After the parts are machined, they are called patch plates, and are shipped to Pioneer Metal Finishing in South Bend to be anodized, a process that forms a black protective coating on the metal. All 200 plates then travel to Notre Dame’s QuarkNet center located next to the Robinson Community Learning Center on Eddy Street, where high school students and their mentors, under the direction of Mitchell Wayne, professor of physics, and Dan Ruggiero, QuarkNet laboratory senior program manager, thread them with fiber optics and incorporate them into boxes called optical decoder units.

Kaitlyn Cullers Quarknet

The units will be installed in Geneva, Switzerland, at the Large Hadron Collider at the European Organization for Nuclear Research (CERN). There they will remap the pattern of light entering a detector, transforming the light into an electrical signal that can be digitized and used to identify subatomic particles.

While that project involves creating parts to be installed in a detector of an enormous particle accelerator, the staff of the physics machine shop is also constructing pieces for a table-top-sized accelerator invented by another pair of researchers.

Mitchell Wayne

Daniel Bardayan, professor of physics, and physics doctoral student Drew Blankstein are creating an active target chamber, a type of particle detector that will help them study how exotic nuclei transform during supernovae explosions.
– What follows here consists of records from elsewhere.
package org.nullpath.spacetime;

import org.nullpath.units.Constants;

/**
 * Numerically stable pieces of hyperbolic motion (constant proper acceleration along a line).
 *
 * <p>Everything here is an <em>offset</em> from a reference state with rapidity {@code eta}: the
 * product forms of Rindler (2006), e.g. {@code t - t0 = (2c/a) cosh(eta0 + h) sinh(h)}, stay exact as
 * {@code a u / c -> 0} where the textbook differences {@code (c/a)(sinh eta - sinh eta0)} cancel.
 * Null-coordinate offsets ({@code U = c t - s}, {@code V = c t + s}) use {@code expm1}/{@code log1p}.
 * A zero acceleration is a coast and is handled exactly. Accuracy: a few ulps relative for every
 * finite input, rapidities up to several hundred.
 */
public final class Hyperbolic {
    private static final double C = Constants.C;
    private static final double C2 = Constants.C2;

    private Hyperbolic() {
    }

    /** Mission-time offset after proper time {@code du} from rapidity {@code eta} at acceleration {@code a}. */
    public static double timeOffset(double eta, double a, double du) {
        if (a == 0 || du == 0) {
            return coshOf(eta) * du;
        }
        return timeOffset(eta, a, du, sinhc(a, du));
    }

    /** Distance offset along the line after proper time {@code du}. */
    public static double distanceOffset(double eta, double a, double du) {
        if (a == 0 || du == 0) {
            return C * sinhOf(eta) * du;
        }
        return distanceOffset(eta, a, du, sinhc(a, du));
    }

    /**
     * sinh(h) / h for h = a du / (2 c), the factor that the time and distance offsets of a burn share: a caller
     * that needs both computes it once ({@link #timeOffset(double, double, double, double)}). For a != 0, du != 0.
     */
    public static double sinhc(double a, double du) {
        return sinhcLike(a * du / (2 * C));
    }

    /** {@link #timeOffset(double, double, double)} of a burn (a != 0, du != 0) given its {@link #sinhc}: same bits. */
    public static double timeOffset(double eta, double a, double du, double sinhc) {
        double h = a * du / (2 * C);
        return du * sinhc * Elementary.cosh(eta + h);
    }

    /** {@link #distanceOffset(double, double, double)} of a burn (a != 0, du != 0) given its {@link #sinhc}. */
    public static double distanceOffset(double eta, double a, double du, double sinhc) {
        double h = a * du / (2 * C);
        return C * du * sinhc * Elementary.sinh(eta + h);
    }

    /**
     * sinh, cosh and tanh of a rapidity, without a call at rest (a station; a leg that starts from rest has
     * rapidity 0 at its start, where every query of that leg begins): sinh(+-0) = tanh(+-0) = +-0 and
     * cosh(0) = 1 exactly, as the library functions give them.
     */
    public static double sinhOf(double eta) {
        return eta == 0 ? eta : Elementary.sinh(eta);
    }

    public static double coshOf(double eta) {
        return eta == 0 ? 1.0 : Elementary.cosh(eta);
    }

    public static double tanhOf(double eta) {
        return eta == 0 ? eta : Elementary.tanh(eta);
    }

    /** sinh(h)/h, exact near zero. */
    private static double sinhcLike(double h) {
        double ah = Math.abs(h);
        if (ah < 1e-4) {
            double h2 = h * h;
            return 1 + h2 / 6 * (1 + h2 / 20);
        }
        return Elementary.sinh(h) / h;
    }

    /**
     * Proper time needed to advance mission time by {@code dt} from rapidity {@code eta}:
     * {@code sinh(eta1) = sinh(eta) + a dt / c}.
     */
    public static double properTimeForTime(double eta, double a, double dt) {
        if (a == 0 || dt == 0) {
            return dt / coshOf(eta);
        }
        double x = a * dt / C;
        double b = sinhOf(eta);
        double dEta = deltaAsinh(b + x, b, x);
        return C * dEta / a;
    }

    /**
     * {@code asinh(A) - asinh(B)} given {@code A}, {@code B} and {@code A - B} (accurately known), without
     * cancellation: for arguments of one sign it uses asinh((A-B)(A+B)/(A sqrt(1+B^2) + B sqrt(1+A^2))).
     */
    public static double deltaAsinh(double a, double b, double aMinusB) {
        if (b == 0 && a != 0 && Double.isFinite(a)) {
            // from rest (every query in a leg that starts from rest): in the product form below cosh(b) is 1,
            // the denominator is a, and sum / denominator is exactly 1, so it gives asinh(aMinusB) exactly;
            // this skips its two square roots and its division
            return asinh(aMinusB);
        }
        return deltaAsinhProduct(a, b, aMinusB);
    }

    /** {@link #deltaAsinh} by its product form alone (package-private for the test of the shortcut from rest). */
    static double deltaAsinhProduct(double a, double b, double aMinusB) {
        if (a * b >= 0) {
            double ca = cosh(a);
            double cb = cosh(b);
            double sum = a + b;
            if (sum == 0) {
                return 0;
            }
            // (A-B)(A+B) / (A cb + B ca): for huge arguments divide through to avoid overflow
            double denominator = a * cb + b * ca;
            return asinh(aMinusB * (sum / denominator));
        }
        return asinh(a) - asinh(b);
    }

    /**
     * asinh(x) = sign(x) log1p(|x| + x^2 / (1 + sqrt(1 + x^2))): exact to an ulp or two from tiny to huge
     * arguments (log(2|x|) beyond 1e150, where x^2 would overflow).
     */
    public static double asinh(double x) {
        double ax = Math.abs(x);
        double r = ax > 1e150 ? Math.log(2) + Math.log(ax)
                : Elementary.log1p(ax + ax * ax / (1 + Math.sqrt(1 + ax * ax)));
        return Math.copySign(r, x);
    }

    /** atanh(x) = log1p(2x / (1 - x)) / 2, |x| < 1, exact to an ulp or two near 0 and near 1. */
    public static double atanh(double x) {
        double ax = Math.abs(x);
        return Math.copySign(0.5 * Elementary.log1p(2 * ax / (1 - ax)), x);
    }

    /** sqrt(1 + x^2), the cosh of asinh(x), without overflow (and faster than Math.hypot). */
    private static double cosh(double x) {
        double ax = Math.abs(x);
        return ax < 1e150 ? Math.sqrt(1 + x * x) : ax;
    }

    /** Proper time for a null offset of U (coast or burn); NaN beyond a horizon. */
    public static double properTimeForU(double eta, double a, double dU) {
        double base = dU * Math.exp(eta) / C;
        double y = -a * base / C;
        if (y <= -1) {
            return Double.NaN;
        }
        return base * log1pOverX(y);
    }

    /** Proper time for a null offset of V (coast or burn); NaN beyond a horizon. */
    public static double properTimeForV(double eta, double a, double dV) {
        double base = dV * Math.exp(-eta) / C;
        double y = a * base / C;
        if (y <= -1) {
            return Double.NaN;
        }
        return base * log1pOverX(y);
    }

    /** log1p(y)/y, exact near zero. */
    private static double log1pOverX(double y) {
        if (Math.abs(y) < 1e-8) {
            return 1 - y / 2 + y * y / 3;
        }
        return Elementary.log1p(y) / y;
    }

    /** Offset of {@code U = ct - s} after proper time {@code du}. */
    public static double uOffset(double eta, double a, double du) {
        if (a == 0 || du == 0) {
            return C * du * Math.exp(-eta);
        }
        double dEta = a * du / C;
        return C * du * Math.exp(-eta) * expm1OverX(-dEta);
    }

    /** Offset of {@code V = ct + s} after proper time {@code du}. */
    public static double vOffset(double eta, double a, double du) {
        if (a == 0 || du == 0) {
            return C * du * Math.exp(eta);
        }
        double dEta = a * du / C;
        return C * du * Math.exp(eta) * expm1OverX(dEta);
    }

    /** expm1(x)/x, exact near zero; note the sign convention: returns expm1(x)/x. */
    private static double expm1OverX(double x) {
        if (Math.abs(x) < 1e-8) {
            return 1 + x / 2 + x * x / 6;
        }
        return Elementary.expm1(x) / x;
    }

    /** Rapidity of a speed given as a fraction of c, |beta| < 1. */
    public static double rapidityOfBeta(double beta) {
        return atanh(beta);
    }

    /**
     * atanh(b1) - atanh(b0) without cancellation. When the two rapidities are close, the difference
     * cancels and atanh((b1 - b0)/(1 - b1 b0)) is used instead; when they are far apart that quotient
     * nears 1, where atanh amplifies rounding, and the plain difference is exact to rounding.
     */
    public static double deltaRapidity(double beta1, double beta0) {
        double e1 = atanh(beta1);
        double e0 = atanh(beta0);
        double direct = e1 - e0;
        if (Math.abs(direct) >= 0.5 * Math.max(Math.abs(e1), Math.abs(e0))) {
            return direct;
        }
        return atanh((beta1 - beta0) / (1 - beta1 * beta0));
    }

    /** gamma - 1, exact for small rapidities: {@link #gammaMinusOne(double, double)} with its own sinh. */
    public static double gammaMinusOne(double eta) {
        return gammaMinusOne(eta, Elementary.sinh(eta));
    }

    /**
     * cosh eta - 1 = sinh^2 eta / (cosh eta + 1) without cancellation, given {@code sinhEta} = sinh eta (a caller
     * that has it saves the call); past |eta| = 300 sinh^2 would overflow (at about 355), so the equal
     * 2 sinh^2(eta / 2) is used there (finite up to the rapidity limit of 700).
     */
    public static double gammaMinusOne(double eta, double sinhEta) {
        if (Math.abs(eta) < 300) {
            return sinhEta * sinhEta / (Elementary.cosh(eta) + 1);
        }
        double half = Elementary.sinh(eta / 2);
        return 2 * half * half;
    }
}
After Blankenstein observed a similar type of device in use at Argonne National Laboratory, he designed his own in order to carry out his research.
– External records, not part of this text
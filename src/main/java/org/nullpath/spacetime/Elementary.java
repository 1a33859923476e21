package org.nullpath.spacetime;

/**
 * sinh, cosh, tanh, expm1 and log1p by the algorithms of fdlibm 5.3 (Sun Microsystems, 1993), written out in
 * Java: for every double they give the same bits as {@link StrictMath}, whose contract is exactly those
 * algorithms.
 *
 * <p>Why not call {@code Math} or {@code StrictMath}: on Java 17 these five are native methods, so every call
 * crosses into C through JNI, and the JIT can neither inline them nor keep values in registers across them.
 * The light-cone solves and worldline walks call them a dozen times a message. Here they are plain Java, which
 * the JIT inlines. (Java 21 and later carry the same algorithms in Java themselves, with the same results.)
 * {@code exp} inside sinh and cosh is {@link StrictMath#exp}, fdlibm's own, which Java 17 already has in Java;
 * it is needed only past |x| = 22.
 *
 * <p>Every operation is the one fdlibm does, in its order: IEEE double arithmetic is exact to specification in
 * both languages, so the same operations give the same results. The bit-level steps (reading the high word of a
 * double, adding k to its exponent) are spelled with {@link Double#doubleToRawLongBits}. ElementaryTest holds
 * all five to StrictMath bit for bit at every branch threshold, at the special values and on millions of
 * random arguments.
 *
 * <p>The method (from fdlibm's own description): expm1 reduces x = k ln2 + r with |r| <= ln2 / 2 and a
 * correction term for the rounding of r, then uses a rational approximation of r / (e^r - 1) (coefficients
 * Q1..Q5) whose error is below 2^-61; log1p writes 1 + x = 2^k (1 + f) with sqrt(2)/2 < 1 + f < sqrt(2) and
 * a correction for the rounding of 1 + x, then log(1 + f) = f - s (f - R) with s = f / (2 + f) and R a
 * polynomial in s^2 (coefficients Lp1..Lp7). sinh, cosh and tanh are built on expm1 (on exp for large
 * arguments), so they keep full relative precision near zero.
 */
public final class Elementary {
    private static final double TINY = 1.0e-300;
    private static final double HUGE = 1.0e300;
    private static final double SINH_HUGE = 1.0e307;
    private static final double TWO54 = 1.80143985094819840000e+16;

    private static final double LN2_HI = 6.93147180369123816490e-01;
    private static final double LN2_LO = 1.90821492927058770002e-10;
    private static final double INV_LN2 = 1.44269504088896338700e+00;
    private static final double EXP_OVERFLOW = 7.09782712893383973096e+02;

    private static final double Q1 = -3.33333333333331316428e-02;
    private static final double Q2 = 1.58730158725481460165e-03;
    private static final double Q3 = -7.93650757867487942473e-05;
    private static final double Q4 = 4.00821782732936239552e-06;
    private static final double Q5 = -2.01099218183624371326e-07;

    private static final double LP1 = 6.666666666666735130e-01;
    private static final double LP2 = 3.999999999940941908e-01;
    private static final double LP3 = 2.857142874366239149e-01;
    private static final double LP4 = 2.222219843214978396e-01;
    private static final double LP5 = 1.818357216161805012e-01;
    private static final double LP6 = 1.531383769920937332e-01;
    private static final double LP7 = 1.479819860511658591e-01;

    // high words (sign bit cleared) of the branch thresholds
    private static final int HI_INFINITE = 0x7ff00000;
    private static final int HI_22 = 0x40360000;             // 22
    private static final int HI_ONE = 0x3ff00000;            // 1
    private static final int HI_EXP_LIMIT = 0x40862E42;      // ln(Double.MAX_VALUE), about 709.78
    private static final int HI_SINH_LIMIT = 0x408633CE;     // about 710.48, where sinh and cosh overflow
    private static final int LO_SINH_LIMIT = 0x8fb9f87d;     // its low word (compared unsigned)

    private Elementary() {
    }

    private static int high(double x) {
        return (int) (Double.doubleToRawLongBits(x) >>> 32);
    }

    private static int low(double x) {
        return (int) Double.doubleToRawLongBits(x);
    }

    /** x with its high word replaced. */
    private static double withHigh(double x, int high) {
        return Double.longBitsToDouble((long) high << 32 | Double.doubleToRawLongBits(x) & 0xffffffffL);
    }

    /** x with k added to its binary exponent (x normal and the result normal): x 2^k, exactly. */
    private static double addExponent(double x, int k) {
        return Double.longBitsToDouble(Double.doubleToRawLongBits(x) + ((long) k << 52));
    }

    /** True when |x| is past the point where sinh and cosh overflow, given |x|'s high word. */
    private static boolean pastHyperbolicLimit(int ix, double x) {
        return !(ix < HI_SINH_LIMIT || ix == HI_SINH_LIMIT && Integer.compareUnsigned(low(x), LO_SINH_LIMIT) <= 0);
    }

    /** e^x - 1, as {@link StrictMath#expm1}. */
    public static double expm1(double x) {
        int hx = high(x);
        boolean negative = hx < 0;
        hx &= 0x7fffffff;
        // filter out huge and non-finite arguments
        if (hx >= 0x4043687A) {                    // |x| >= 56 ln2
            if (hx >= HI_EXP_LIMIT) {              // |x| >= 709.78
                if (hx >= HI_INFINITE) {
                    if (((hx & 0xfffff) | low(x)) != 0) {
                        return x + x;              // NaN
                    }
                    return negative ? -1.0 : x;    // expm1(+-inf) = {+inf, -1}
                }
                if (x > EXP_OVERFLOW) {
                    return HUGE * HUGE;            // overflow
                }
            }
            if (negative && x + TINY < 0.0) {      // x < -56 ln2: e^x - 1 rounds to -1 (inexact)
                return TINY - 1.0;
            }
        }
        // argument reduction: x = k ln2 + (hi - lo), c the error of the reduced argument
        double c = 0;
        int k;
        if (hx > 0x3fd62e42) {                     // |x| > ln2 / 2
            double hi;
            double lo;
            if (hx < 0x3FF0A2B2) {                 // and |x| < 3 ln2 / 2
                if (!negative) {
                    hi = x - LN2_HI;
                    lo = LN2_LO;
                    k = 1;
                } else {
                    hi = x + LN2_HI;
                    lo = -LN2_LO;
                    k = -1;
                }
            } else {
                k = (int) (INV_LN2 * x + (negative ? -0.5 : 0.5));
                double t = k;
                hi = x - t * LN2_HI;               // t ln2_hi is exact here
                lo = t * LN2_LO;
            }
            x = hi - lo;
            c = (hi - x) - lo;
        } else if (hx < 0x3c900000) {              // |x| < 2^-54: e^x - 1 = x (inexact unless x = 0)
            double t = HUGE + x;
            return x - (t - (HUGE + x));
        } else {
            k = 0;
        }
        // x is now in [-ln2/2, ln2/2]
        double hfx = 0.5 * x;
        double hxs = x * hfx;
        double r1 = 1.0 + hxs * (Q1 + hxs * (Q2 + hxs * (Q3 + hxs * (Q4 + hxs * Q5))));
        double t = 3.0 - r1 * hfx;
        double e = hxs * ((r1 - t) / (6.0 - x * t));
        if (k == 0) {
            return x - (x * e - hxs);              // c is 0
        }
        e = x * (e - c) - c;
        e -= hxs;
        if (k == -1) {
            return 0.5 * (x - e) - 0.5;
        }
        if (k == 1) {
            if (x < -0.25) {
                return -2.0 * (e - (x + 0.5));
            }
            return 1.0 + 2.0 * (x - e);
        }
        if (k <= -2 || k > 56) {                   // e^x - 1 is e^x to the precision kept
            double y = 1.0 - (e - x);
            return addExponent(y, k) - 1.0;
        }
        if (k < 20) {
            double oneMinus2k = withHigh(1.0, 0x3ff00000 - (0x200000 >> k));     // 1 - 2^-k
            double y = oneMinus2k - (e - x);
            return addExponent(y, k);
        }
        double twoMinusK = withHigh(1.0, (0x3ff - k) << 20);                     // 2^-k
        double y = x - (e + twoMinusK);
        y += 1.0;
        return addExponent(y, k);
    }

    /** ln(1 + x), as {@link StrictMath#log1p}. */
    public static double log1p(double x) {
        int hx = high(x);
        int ax = hx & 0x7fffffff;
        int k = 1;
        double f = 0;
        int hu = 0;
        if (hx < 0x3FDA827A) {                     // x < sqrt(2) - 1 (negative x included)
            if (ax >= HI_ONE) {                    // x <= -1
                if (x == -1.0) {
                    return Double.NEGATIVE_INFINITY;
                }
                return (x - x) / (x - x);          // NaN
            }
            if (ax < 0x3e200000) {                 // |x| < 2^-29
                if (TWO54 + x > 0 && ax < 0x3c900000) {
                    return x;                      // |x| < 2^-54
                }
                return x - x * x * 0.5;
            }
            if (hx > 0 || hx <= 0xbfd2bec3) {      // sqrt(2)/2 - 1 <= x < sqrt(2) - 1: no reduction
                k = 0;
                f = x;
                hu = 1;
            }
        }
        if (hx >= HI_INFINITE) {
            return x + x;                          // +inf or NaN
        }
        double c = 0;
        if (k != 0) {
            double u;
            if (hx < 0x43400000) {                 // x < 2^53: 1 + x is rounded, keep its error in c
                u = 1.0 + x;
                hu = high(u);
                k = (hu >> 20) - 1023;
                c = k > 0 ? 1.0 - (u - x) : x - (u - 1.0);
                c /= u;
            } else {
                u = x;
                hu = high(u);
                k = (hu >> 20) - 1023;
                c = 0;
            }
            hu &= 0x000fffff;
            if (hu < 0x6a09e) {                    // mantissa of u below sqrt(2): u = 2^k (1 + f)
                u = withHigh(u, hu | 0x3ff00000);
            } else {                               // else normalise to [sqrt(2)/2, 1) and add one to k
                k += 1;
                u = withHigh(u, hu | 0x3fe00000);
                hu = (0x00100000 - hu) >> 2;
            }
            f = u - 1.0;
        }
        double hfsq = 0.5 * f * f;
        if (hu == 0) {                             // |f| < 2^-20
            if (f == 0) {
                if (k == 0) {
                    return 0;
                }
                c += k * LN2_LO;
                return k * LN2_HI + c;
            }
            double r = hfsq * (1.0 - 0.66666666666666666 * f);
            if (k == 0) {
                return f - r;
            }
            return k * LN2_HI - ((r - (k * LN2_LO + c)) - f);
        }
        double s = f / (2.0 + f);
        double z = s * s;
        double r = z * (LP1 + z * (LP2 + z * (LP3 + z * (LP4 + z * (LP5 + z * (LP6 + z * LP7))))));
        if (k == 0) {
            return f - (hfsq - s * (hfsq + r));
        }
        return k * LN2_HI - ((hfsq - (s * (hfsq + r) + (k * LN2_LO + c))) - f);
    }

    /** sinh x, as {@link StrictMath#sinh}. */
    public static double sinh(double x) {
        int jx = high(x);
        int ix = jx & 0x7fffffff;
        if (ix >= HI_INFINITE) {
            return x + x;                          // +-inf or NaN
        }
        double h = jx < 0 ? -0.5 : 0.5;
        if (ix < HI_22) {                          // |x| < 22
            if (ix < 0x3e300000 && SINH_HUGE + x > 1.0) {
                return x;                          // |x| < 2^-28: sinh x = x (inexact unless 0)
            }
            double t = expm1(Math.abs(x));
            if (ix < HI_ONE) {
                return h * (2.0 * t - t * t / (t + 1.0));
            }
            return h * (t + t / (t + 1.0));
        }
        if (ix < HI_EXP_LIMIT) {                   // |x| in [22, ln(MAX_VALUE)]: e^|x| / 2
            return h * StrictMath.exp(Math.abs(x));
        }
        if (!pastHyperbolicLimit(ix, x)) {         // |x| up to the overflow point: (e^(|x|/2) / 2) e^(|x|/2)
            double w = StrictMath.exp(0.5 * Math.abs(x));
            double t = h * w;
            return t * w;
        }
        return x * SINH_HUGE;                      // overflow
    }

    /** cosh x, as {@link StrictMath#cosh}. */
    public static double cosh(double x) {
        int ix = high(x) & 0x7fffffff;
        if (ix >= HI_INFINITE) {
            return x * x;                          // +inf or NaN
        }
        if (ix < 0x3fd62e43) {                     // |x| < ln2 / 2: 1 + t^2 / (2 (1 + t)), t = expm1(|x|)
            double t = expm1(Math.abs(x));
            double w = 1.0 + t;
            if (ix < 0x3c800000) {
                return w;                          // cosh of a tiny x is 1
            }
            return 1.0 + (t * t) / (w + w);
        }
        if (ix < HI_22) {                          // |x| in [ln2 / 2, 22]: (e^|x| + 1 / e^|x|) / 2
            double t = StrictMath.exp(Math.abs(x));
            return 0.5 * t + 0.5 / t;
        }
        if (ix < HI_EXP_LIMIT) {
            return 0.5 * StrictMath.exp(Math.abs(x));
        }
        if (!pastHyperbolicLimit(ix, x)) {
            double w = StrictMath.exp(0.5 * Math.abs(x));
            double t = 0.5 * w;
            return t * w;
        }
        return HUGE * HUGE;                        // overflow
    }

    /** tanh x, as {@link StrictMath#tanh}. */
    public static double tanh(double x) {
        int jx = high(x);
        int ix = jx & 0x7fffffff;
        if (ix >= HI_INFINITE) {
            return jx >= 0 ? 1.0 / x + 1.0 : 1.0 / x - 1.0;    // tanh(+-inf) = +-1, NaN stays NaN
        }
        double z;
        if (ix < HI_22) {
            if (ix < 0x3c800000) {
                return x * (1.0 + x);              // |x| < 2^-55: tanh x = x
            }
            if (ix >= HI_ONE) {                    // |x| >= 1: 1 - 2 / (expm1(2|x|) + 2)
                double t = expm1(2.0 * Math.abs(x));
                z = 1.0 - 2.0 / (t + 2.0);
            } else {                               // -expm1(-2|x|) / (expm1(-2|x|) + 2)
                double t = expm1(-2.0 * Math.abs(x));
                z = -t / (t + 2.0);
            }
        } else {
            z = 1.0 - TINY;                        // |x| >= 22: tanh rounds to +-1
        }
        return jx >= 0 ? z : -z;
    }
}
To construct one component of this detector, the shop’s staff will hollow out the inside of a solid block of aluminum using the facility’s new wire electric discharge machine (EDM). Wire EDMs use wire and dielectric fluid, an insulating fluid that quenches electrical discharges, to cut metals. “They will be able to cut out the aluminum in one piece, which creates a lot less waste, and will achieve higher accuracy than before they had this machine,” Bardayan said.

Justin Crepp

While Wayne and Bardayan are employing the services of the machine shop to study tiny particles, Crass is working with Justin Crepp, associate professor of physics and director of the EDCF, to create equipment that will find large objects: Planets. Crepp’s concept, iLocater, will be the world’s first diffraction-limited Doppler radial velocity instrument, and will be installed at the Large Binocular Telescope in southeastern Arizona. iLocater aims to identify terrestrial planets orbiting in the habitable, or potentially life-supporting, zone of nearby stars. It will detect the movement of a star caused by an orbiting planet’s gravitational pull using a high-resolution spectrograph that corrects for the blurring effect of Earth’s atmosphere.

The staff in the Physics Machine Shop has been involved in that project since the prototype stages, Crass said. “For iLocater, they’ve created hundred of parts, and their experience has been invaluable.”

The October 24 open house will give visitors a chance to watch demonstrations, ask questions of vendors and tooling suppliers, and learn about past and present work completed in the shop. In addition to working on projects with the Department of Physics, the shop has served the Department of Biology and the Department of Chemistry and Biochemistry within the College of Science. It also machines parts for the Department of Aerospace and Mechanical Engineering, the Department of Chemical and Biomolecular Engineering, and the Notre Dame Institute for Flow Physics and Control, all within the College of Engineering. The shop staff also works on projects for The IDEA Center and the Notre Dame Turbomachinery Laboratory.

Daniel Bardayan

Although the machine shop open house is a celebration of its years of operation and the recent equipment upgrades, researchers including Bardayan don’t consider the machines the shop’s most valuable assets.

“It’s the people and having their expertise close by that has made the shop a tremendous resource for us,” he said.